Review of Home

Home (I) (2009)
10/10
A great documentary on a grave matter: ourselves
5 June 2009
Warning: Spoilers
'Home' is the title of an incredible documentary that tries to make ourselves understand how it came to the catastrophic situation regarding our planet. (the picture can be watches online for free: http://www.youtube.com/user/homeproject).

5 times Academy-Award nominee, Glenn Close , narrates the 90 minute-long picture that illustrates the worst of our fears: the decay of our planet. Several times throughout the picture, it is underlined that in the past 5 decades, human kind has changed the face of our planet more than it has in it's 200.000 years of existence. In the past 50 years has the Planet been depleted of some of it's most precious minerals and soil treasures - including the most precious of them all: WATER.

One of the reasons I loved the documentary so much, is that it names a lot of names; it doesn't only name the reasons why our planet is suffering, but it also tells the viewer who is responsible for it. Tokyo and Lagos, (2 of the most developing cities worldwide) and India, Bangladesh and USA are named to be the greatest consumers of our resources - the cost to sustain the lives of the hundreds of millions of people are so incredible huge, that in only a few decades we will have depleted all the available resources.

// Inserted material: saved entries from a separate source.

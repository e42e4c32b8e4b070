"""Last-minute changes as plain values: what is put in, what it measures, and how it is said."""

import copy
from decimal import Decimal
from fractions import Fraction

import pytest
from hypothesis import given
from hypothesis import strategies as st

from loads.balance.late_change import Moved, faults_in_the_change, measured, said, settle
from loads.balance.late_reading import MOST_LINES, LateChange, read_late_change
from records.refusal import Fault, Invalid

POUND = Fraction("0.45359237")  # kg, exact by definition (international yard and pound agreement, 1959)
DECLARED = {
    "persons_on_board": 3,
    "passengers": [
        {"name": "A", "seat": "1", "weight": {"value": "170", "unit": "lb"}, "how": "declared"},
        {
            "name": "B",
            "seat": "2",
            "weight": {"value": "150", "unit": "lb"},
            "how": "weighed",
            "lap_infant": {"name": "C", "weight": {"value": "20", "unit": "lb"}, "how": "weighed"},
        },
        {"name": "D", "seat": "3", "category": "adult", "how": "standard"},
    ],
    "items": [
        {
            "kind": "baggage",
            "what": "bags",
            "place": "AFT",
            "weight": {"value": "50.5", "unit": "kg"},
            "how": "weighed",
        },
        {
            "kind": "equipment",
            "what": "seat",
            "place": "AFT",
            "weight": {"value": "9", "unit": "kg"},
            "how": "weighed",
            "removed": True,
        },
    ],
    "fuel": {
        "density": {"value": "0.8", "unit": "kg/l", "source": "note"},
        "at_engine_start": {"L": {"value": "100", "unit": "l"}},
    },
}


def change(*lines, persons=3):
    return read_late_change({"lines": list(lines), "persons_on_board": persons})


def codes(refused):
    return {(fault.pointer, fault.code) for fault in refused.value.faults}


def test_what_was_declared_is_left_as_it_was() -> None:
    before = copy.deepcopy(DECLARED)

    settle(DECLARED, change({"change": "passenger-off", "seat": "1"}, persons=2))

    assert before == DECLARED


def test_who_leaves_takes_the_infant_along_and_both_count() -> None:
    settled = settle(DECLARED, change({"change": "passenger-off", "seat": "2"}, persons=1))

    assert [one["seat"] for one in settled.document["passengers"]] == ["1", "3"]
    assert measured(settled.lines, DECLARED["fuel"]["density"]) == Moved(170 * POUND, 2)
    assert (
        said(settled.lines[0], named=True) == "passenger B off, 2, 150 lb weighed, with lap infant C, 20 lb"
    )
    assert said(settled.lines[0], named=False) == "passenger off, 2, 150 lb weighed, with lap infant, 20 lb"


def test_a_person_of_standard_weight_cannot_leave_at_the_last_minute() -> None:
    with pytest.raises(Invalid) as refused:
        settle(DECLARED, change({"change": "passenger-off", "seat": "3"}))

    assert codes(refused) == {("/lines/0/seat", "weight-unknown")}


def test_part_of_an_item_comes_off_exactly_and_all_of_it_leaves_no_line() -> None:
    part = {"change": "item-off", "what": "bags", "place": "AFT", "weight": {"value": "0.5", "unit": "kg"}}
    settled = settle(DECLARED, change(part))
    whole = settle(DECLARED, change({"change": "item-off", "what": "bags", "place": "AFT"}))

    assert settled.document["items"][0]["weight"] == {"value": "50.0", "unit": "kg"}
    assert [item["kind"] for item in whole.document["items"]] == ["equipment"]
    assert measured(whole.lines, DECLARED["fuel"]["density"]) == Moved(Fraction("50.5"), 0)


def test_equipment_stays_where_it_is() -> None:
    with pytest.raises(Invalid) as refused:
        settle(DECLARED, change({"change": "item-off", "what": "seat", "place": "AFT"}))

    assert codes(refused) == {("/lines/0/what", "no-such-item")}


def test_two_items_of_one_name_are_not_guessed_between() -> None:
    twice = copy.deepcopy(DECLARED)
    twice["items"].append(twice["items"][0])

    with pytest.raises(Invalid) as refused:
        settle(twice, change({"change": "item-off", "what": "bags", "place": "AFT"}))

    assert codes(refused) == {("/lines/0/what", "several-such-items")}


def test_faults_of_the_changed_load_are_told_at_the_line_they_come_from() -> None:
    on = {
        "change": "passenger-on",
        "name": "E",
        "seat": "9",
        "weight": {"value": "150", "unit": "lb"},
        "how": "declared",
    }
    fuel = {"change": "fuel-on", "tank": "L", "quantity": {"value": "1", "unit": "l"}}
    settled = settle(DECLARED, change(fuel, on, persons=4))
    faults = [
        Fault(pointer, "code", "detail")
        for pointer in ("/passengers/3/seat", "/passengers/1/seat", "/fuel/at_engine_start/L", "/crew")
    ]

    told = faults_in_the_change(faults, settled.origins)

    assert [fault.pointer for fault in told] == [
        "/lines/1/seat",
        "/passengers/1/seat",
        "/lines/0/quantity",
        "/crew",
    ]


@pytest.mark.parametrize("count", [0, MOST_LINES + 1])
def test_a_change_has_some_lines_and_not_too_many(count: int) -> None:
    with pytest.raises(Invalid) as refused:
        change(*[{"change": "passenger-off", "seat": "1"}] * count)

    assert codes(refused) == {("/lines", "out-of-range")}


@pytest.mark.parametrize(
    ("document", "fault"),
    [
        ({"persons_on_board": 3}, ("/lines", "missing")),
        ({"lines": [], "persons_on_board": 3}, ("/lines", "out-of-range")),
        ({"lines": {}, "persons_on_board": 3}, ("/lines", "list-form")),
        ({"lines": [{}], "persons_on_board": 3}, ("/lines/0/change", "missing")),
        ({"lines": [{"change": "crew-off"}], "persons_on_board": 3}, ("/lines/0/change", "choice")),
        ({"lines": [{"change": ["x"]}], "persons_on_board": 3}, ("/lines/0/change", "choice")),
        ({"lines": [{"change": "passenger-off"}], "persons_on_board": 3}, ("/lines/0/seat", "missing")),
        ({"lines": [{"change": "passenger-off", "seat": "1"}]}, ("/persons_on_board", "missing")),
        (
            {"lines": [{"change": "passenger-off", "seat": "1"}], "persons_on_board": 0},
            ("/persons_on_board", "out-of-range"),
        ),
        (["x"], ("", "object-form")),
    ],
)
def test_what_is_no_change_is_refused_with_its_place(document, fault) -> None:
    with pytest.raises(Invalid) as refused:
        read_late_change(document)

    assert fault in codes(refused)


amounts = st.decimals(min_value=Decimal("0.001"), max_value=Decimal(200), places=3)


@given(
    st.lists(st.tuples(st.sampled_from(["fuel-on", "fuel-off"]), amounts), min_size=1, max_size=MOST_LINES)
)
def test_fuel_never_falls_below_nothing_and_every_step_counts(steps) -> None:
    lines = [
        {"change": kind, "tank": "L", "quantity": {"value": f"{amount:f}", "unit": "l"}}
        for kind, amount in steps
    ]
    held, short = Decimal(100), False
    for kind, amount in steps:
        if kind == "fuel-off" and amount > held:
            short = True
            continue
        held += amount if kind == "fuel-on" else -amount
    late = LateChange(tuple(lines), 3)
    if short:
        with pytest.raises(Invalid) as refused:
            settle(DECLARED, late)
        assert {code for _, code in codes(refused)} == {"below-zero"}
        return

    settled = settle(DECLARED, late)

    assert Decimal(settled.document["fuel"]["at_engine_start"]["L"]["value"]) == held
    moved = measured(settled.lines, DECLARED["fuel"]["density"])
    assert moved == Moved(sum((Fraction(amount) for _, amount in steps), Fraction(0)) * Fraction("0.8"), 0)


CLOTHING = ({"what": "clothing", "value": "4", "unit": "kg"}, {"what": "bags", "value": "6", "unit": "kg"})
ON = {
    "change": "passenger-on",
    "name": "E",
    "seat": "4",
    "weight": {"value": "70", "unit": "kg"},
    "how": "declared",
}


def test_what_a_table_adds_to_a_declared_passenger_moves_too_and_is_said() -> None:
    lines = (ON, {"change": "passenger-off", "seat": "1"})
    settled = settle(DECLARED, change(*lines), CLOTHING)

    assert measured(settled.lines, {}) == Moved(70 + 170 * POUND + 20, 2)
    assert said(settled.lines[0], named=False) == (
        "passenger on, 4, 70 kg declared, and by the table of standard weights clothing 4 kg, bags 6 kg"
    )
    assert "additions" not in settled.document["passengers"][-1]


def test_nothing_is_added_to_who_was_weighed_or_to_an_item() -> None:
    bag = {
        "change": "item-on",
        "kind": "baggage",
        "what": "bag",
        "place": "AFT",
        "weight": {"value": "5", "unit": "kg"},
        "how": "declared",
    }
    lines = (ON | {"how": "weighed"}, {"change": "passenger-off", "seat": "2"}, bag)

    settled = settle(DECLARED, change(*lines), CLOTHING)

    assert measured(settled.lines, {}) == Moved(70 + 170 * POUND + 5, 3)
    assert not any("additions" in line for line in settled.lines)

Another reason I truly recommend this documentary is, that it gave us an example of what could and eventually will happen of the human race. Apparently, there existed a highly educated and developed civilization on the Easter Islands. Although they were struck by famine, riots and natural catastrophes, it always survived because of the human mind. However, the people depleted the island of all of its resources until they starved to death.

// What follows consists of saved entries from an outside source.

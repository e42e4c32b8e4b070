"""Ends a permit before it lapses by itself; what tightens needs no second person."""

from datetime import datetime

from fleet import acts
from fleet.actions.authorship import own
from fleet.actions.constraint_refusals import refused_as
from fleet.actions.provision_rows import REFUSALS, end
from fleet.models import Aircraft, Provision, ProvisionEnd
from records.act import act
from records.actor import Actor


def end_permit(
    actor: Actor, aircraft: Aircraft, permit: Provision, *, reason: str, true_from: datetime | None = None
) -> ProvisionEnd:
    """This function will end the permit at `true_from` (None: now), with a reason.

    Raises StepRefused when it ended already or has lapsed by then.
    """
    own(actor, aircraft)
    about = f"aircraft:{aircraft.id}"
    with refused_as(REFUSALS), act(acts.END_PERMIT, by=actor, about=about, reason=reason) as entry:
        return end(entry, actor, permit, true_from, reason)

The documentary states several times that we became dependent of oil, petroleum and the several other forms of the 'black gold'. We are reminded that although we have already run out of oil in some of the corners of our planet, we still drill, dig and try to find more and more. Impressive images of Arabia and Africa are shown to let us know that we also ran out of under-earthed water supplies. Water is used for almost everything in our daily routine, from washing our cars and watering the tropical paradise of the desert located Las Vegas to cultivating grain for the life stock we depend upon.

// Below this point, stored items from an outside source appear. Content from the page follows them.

"""What is derived from a basis once: words and digits of its units, the envelopes of each phase, moments of
fuel, and which states of moving parts matter.
"""

from dataclasses import replace

import pytest

from fleet.basis import PHASES, BurnStage, Chord, TankTable
from fleet.curtailment import Amounts, CurtailedShape, Curtailment, Inset
from fleet.positions import MovingPart, PartState
from fleet.quantities import Unit
from fleet.sourced import Source
from fleet.tanks import OutsideTable
from loads.balance import prepared as prepared_module
from loads.balance.prepared import Prepared, prepared
from tests.pure.loads.hand import by_cg
from tests.pure.loads.making import SOURCE, F, envelope, place, tank, twin

OURS = Source("OM-A", "4", "8-12")
GEAR = MovingPart(
    "gear",
    "landing gear",
    "down",
    (
        PartState("down", "down", F(0), ("ground", "flight"), SOURCE),
        PartState("up", "up", F(500), ("flight",), SOURCE),
    ),
)


def of(**changes):
    return Prepared(replace(twin(), **changes))


def test_words_and_digits_are_those_of_the_units():
    ready = of()
    assert (ready.weight, ready.length, ready.volume) == ("lb", "in", "US gal")
    assert (ready.moment, ready.density) == ("lb in", "lb/US gal")

    metric = of(weight_unit=Unit.KG, length_unit=Unit.M, volume_unit=Unit.L)
    assert (metric.weight, metric.length, metric.volume) == ("kg", "m", "l")
    assert (metric.moment, metric.density) == ("kg m", "kg/l")
    assert metric.length_places > ready.length_places
    assert metric.moment_places > ready.moment_places


def box(half, *phases, axis="longitudinal", **more):
    middle = 120 if axis == "longitudinal" else 0
    corners = (middle - half, 4000), (middle - half, 6800), (middle + half, 6800), (middle + half, 4000)
    return replace(envelope(*corners, phases=phases, axis=axis), **more)


def test_a_phase_has_the_envelopes_that_name_it_and_the_least_fuel_those_of_the_landing():
    one, two, across = (
        box(10, "ramp", "take-off"),
        box(11, "take-off", "landing"),
        box(3, "landing", axis="lateral"),
    )
    ready = of(envelopes=(one, two, across))

    found = {phase: [limit for limit, _ in ready.bounds("longitudinal", phase)] for phase in PHASES}
    assert found == {
        "ramp": [one],
        "take-off": [one, two],
        "zero fuel": [],
        "landing": [two],
        "minimum at landing": [two],
    }
    lateral = {phase: [limit for limit, _ in ready.bounds("lateral", phase)] for phase in PHASES}
    assert lateral == {phase: [] for phase in PHASES} | {"landing": [across], "minimum at landing": [across]}


def test_an_envelope_for_the_least_fuel_stands_in_place_of_that_of_the_landing():
    landing, least = box(11, "landing"), box(9, "minimum at landing")
    ready = of(envelopes=(landing, least))

    assert [limit for limit, _ in ready.bounds("longitudinal", "minimum at landing")] == [least]
    assert [limit for limit, _ in ready.bounds("longitudinal", "landing")] == [landing]


def curtailment(name, *phases, **sides):
    return Curtailment(name, "other", phases, (Amounts(None, None, **sides),), OURS)


def test_one_envelope_under_the_same_margins_is_one_bound_whatever_the_phase():
    one, two = (
        curtailment("ONE", "take-off", "landing", aft=Inset(F(2))),
        curtailment("TWO", "landing", aft=Inset(F(1))),
    )
    every = box(10, *PHASES), box(3, *PHASES, axis="lateral")
    ready = of(envelopes=every, curtailments=(one, two))

    def bound(phase, axis="longitudinal"):
        (found,) = ready.bounds(axis, phase)
        return found

    assert bound("ramp") is bound("zero fuel") is bound("minimum at landing")
    assert not isinstance(bound("ramp")[1], CurtailedShape)
    assert {bound(phase)[0] for phase in PHASES} == {every[0]}
    # 130 in less 2 in at take-off, less 3 in at landing.
    for phase, last in ("ramp", 130), ("take-off", 128), ("landing", 127):
        shape = bound(phase)[1]
        assert (shape.holds(F(5000), F(5000 * last)), shape.holds(F(5000), F(5000 * last + 1))) == (
            True,
            False,
        )
    # Nothing moves across the aircraft.
    assert bound("take-off", "lateral") is bound("ramp", "lateral")

    same = of(envelopes=every, curtailments=(one,))
    assert same.bounds("longitudinal", "take-off")[0] is same.bounds("longitudinal", "landing")[0]
    assert isinstance(same.bounds("longitudinal", "landing")[0][1], CurtailedShape)


def test_two_envelopes_of_a_phase_are_each_curtailed_in_their_order():
    both = box(10, "take-off"), box(12, "take-off")
    ready = of(envelopes=both, curtailments=(curtailment("ONE", "take-off", forward=Inset(F(1))),))

    found = ready.bounds("longitudinal", "take-off")
    assert [limit for limit, _ in found] == list(both)
    assert [shape.holds(F(5000), F(5000 * 109)) for _, shape in found] == [False, True]
    assert [shape.holds(F(5000), F(5000 * 111)) for _, shape in found] == [True, True]


def test_an_envelope_of_a_state_holds_in_it_and_the_others_are_as_weighed():
    up = box(10, "take-off", positions=(("gear", ("up",)),))
    down = box(11, "take-off", positions=(("gear", ("down",)),))
    either = box(12, "take-off")
    ready = of(envelopes=(up, down, either), positions=(GEAR,))
    shapes = [shape for _, shape in ready.bounds("longitudinal", "take-off")]

    assert ready.shapes_at("longitudinal", "take-off", ()) == shapes[1:]
    assert ready.shapes_at("longitudinal", "take-off", (("gear", "up"),)) == [shapes[0], shapes[2]]
    assert [ready.holds_in(one, ()) for one in (up, down, either)] == [False, True, True]
    assert ready.deciding == {"gear"}
    assert of(positions=(GEAR,)).deciding == frozenset()


def test_an_external_load_decides_as_a_moving_part_does():
    with_it = box(10, "take-off", positions=(("external load", ("carried",)),))
    without = box(11, "take-off", positions=(("external load", ("none",)),))
    hook, hold = replace(place("HOOK", 120), external=True), place("HOLD", 150)
    ready = of(envelopes=(with_it, without), places=(hook, hold))
    carried = (("external load", "carried"),)

    assert (ready.external, ready.deciding, ready.outside) == (
        True,
        frozenset({"external load"}),
        frozenset({"HOOK"}),
    )
    assert [ready.holds_in(one, carried) for one in (with_it, without)] == [True, False]
    assert [ready.holds_in(one, ()) for one in (with_it, without)] == [False, True]
    assert [ready.outside_fits(one, carried) for one in (with_it, without)] == [True, False]
    assert [ready.outside_fits(one, ()) for one in (with_it, without)] == [False, True]


def test_an_external_load_decides_nothing_where_no_envelope_asks_for_it():
    hook = replace(place("HOOK", 120), external=True)
    up = box(10, "take-off", positions=(("gear", ("up",)),))
    ready = of(envelopes=(up,), places=(hook,), positions=(GEAR,))

    assert (ready.external, ready.outside) == (True, frozenset())
    assert of().external is False
    # Whatever the gear is in: only what hangs outside is asked for.
    assert ready.outside_fits(up, ()) is ready.outside_fits(up, (("external load", "carried"),)) is True


def test_lateral_limits_against_the_longitudinal_cg_are_those_of_the_phase():
    corners = (110, -2), (110, 2), (130, 3), (130, -2)
    one, two = by_cg(*corners, phases=("take-off",)), by_cg(*corners, phases=("take-off", "landing"))
    asked = replace(two, positions=(("gear", ("up",)),))
    ready = of(lateral_by_cg=(one, asked), positions=(GEAR,))

    found = {phase: ready.across(phase) for phase in PHASES}
    expected = {"take-off": (one, asked), "landing": (asked,)}
    assert found == dict.fromkeys(PHASES, ()) | expected
    assert ready.deciding == {"gear"}


def table(*points, gives="arm", against="volume", density=None):
    return TankTable(against, gives, gives, density, tuple((F(x), F(y)) for x, y in points))


def with_table(made):
    return of(tanks=(replace(tank("MAIN", 100, 60), table=made),))


@pytest.mark.parametrize(
    ("made", "volume", "moment"),
    [
        (table((0, 100), (60, 100)), F(5, 2), 1500),  # 2.5 * 6 * 100
        (table((0, 100), (60, 100)), 0, 0),
        (table((0, 100), (60, 100)), 60, 36000),
        (table((0, 90), (60, 120)), 20, 12000),  # 100 in at 20
        (table((5, 100), (60, 100)), 5, 3000),
        (table((5, 100), (60, 100)), 0, 0),
        (table((0, 100), (360, 100), against="weight", density=F(6)), 60, 36000),
        (table((0, 0), (60, 36000), gives="moment", density=F(6)), 10, 6000),
        (table((F(1, 2), F(100)), (60, 100)), F(1, 2), 300),
    ],
)
def test_the_moment_of_fuel_is_what_the_table_gives(made, volume, moment):
    ready = with_table(made)

    assert ready.fuel_moment("MAIN", F(volume), F(6)) == moment
    above, below = ready.volume_moment("MAIN", F(volume))
    assert F(above, below) == F(moment, 6)


@pytest.mark.parametrize("volume", [F(4), F(49, 10), F(601, 10), F(-1)])
def test_beyond_a_table_there_is_no_moment(volume):
    for last in 100, 110:
        with pytest.raises(OutsideTable):
            with_table(table((5, 100), (60, last))).volume_moment("MAIN", volume)


def test_an_arm_in_percent_of_the_chord():
    """From 109.5 in on 66 in long: 126 in are 16.5 in aft of its edge, a quarter."""
    ready = of()

    assert (ready.chord_percent(F(126)), ready.chord_percent(F("109.5"))) == (25, 0)
    assert of(chord=Chord(F(100), F(50), SOURCE)).chord_percent(F(90)) == -20
    assert of(chord=None).chord_percent(F(126)) is None


def test_tanks_that_feed_are_those_of_any_stage_of_the_burn():
    stages = BurnStage(("LEFT-AUX", "RIGHT-AUX")), BurnStage(("LEFT-MAIN",))
    assert of(burn_order=stages).fed == {"LEFT-AUX", "RIGHT-AUX", "LEFT-MAIN"}


def test_a_basis_is_made_ready_once_and_the_latest_are_kept(monkeypatch):
    monkeypatch.setattr(prepared_module, "MOST_KEPT", 2)
    prepared_module._KEPT.clear()
    bases = [twin() for _ in range(3)]
    one, two, three = (prepared(basis) for basis in bases)

    assert (one.basis, two.basis, three.basis) == tuple(bases)
    assert one is not two
    assert prepared(bases[2]) is three
    assert prepared(bases[1]) is two
    assert prepared(bases[0]) is not one  # the oldest was let go
    assert prepared(bases[2]) is three
    assert prepared(bases[1]) is not two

The human greed, its quickly development and the impossibility to sustain life as it is nowadays (without destructing its own planet) damages permanently the balance of nature. "We are living in exceptional times. Scientists tell us that we have 10 years to change the way we live, avert the depletion of natural resources and the catastrophic evolution of the Earth's climate." (quote from the Homeproject Youtube channel - the link is above).

I recommend the documentary to everybody who still believes that living the American dram of heaving a big house and 2 cars is still the way to go.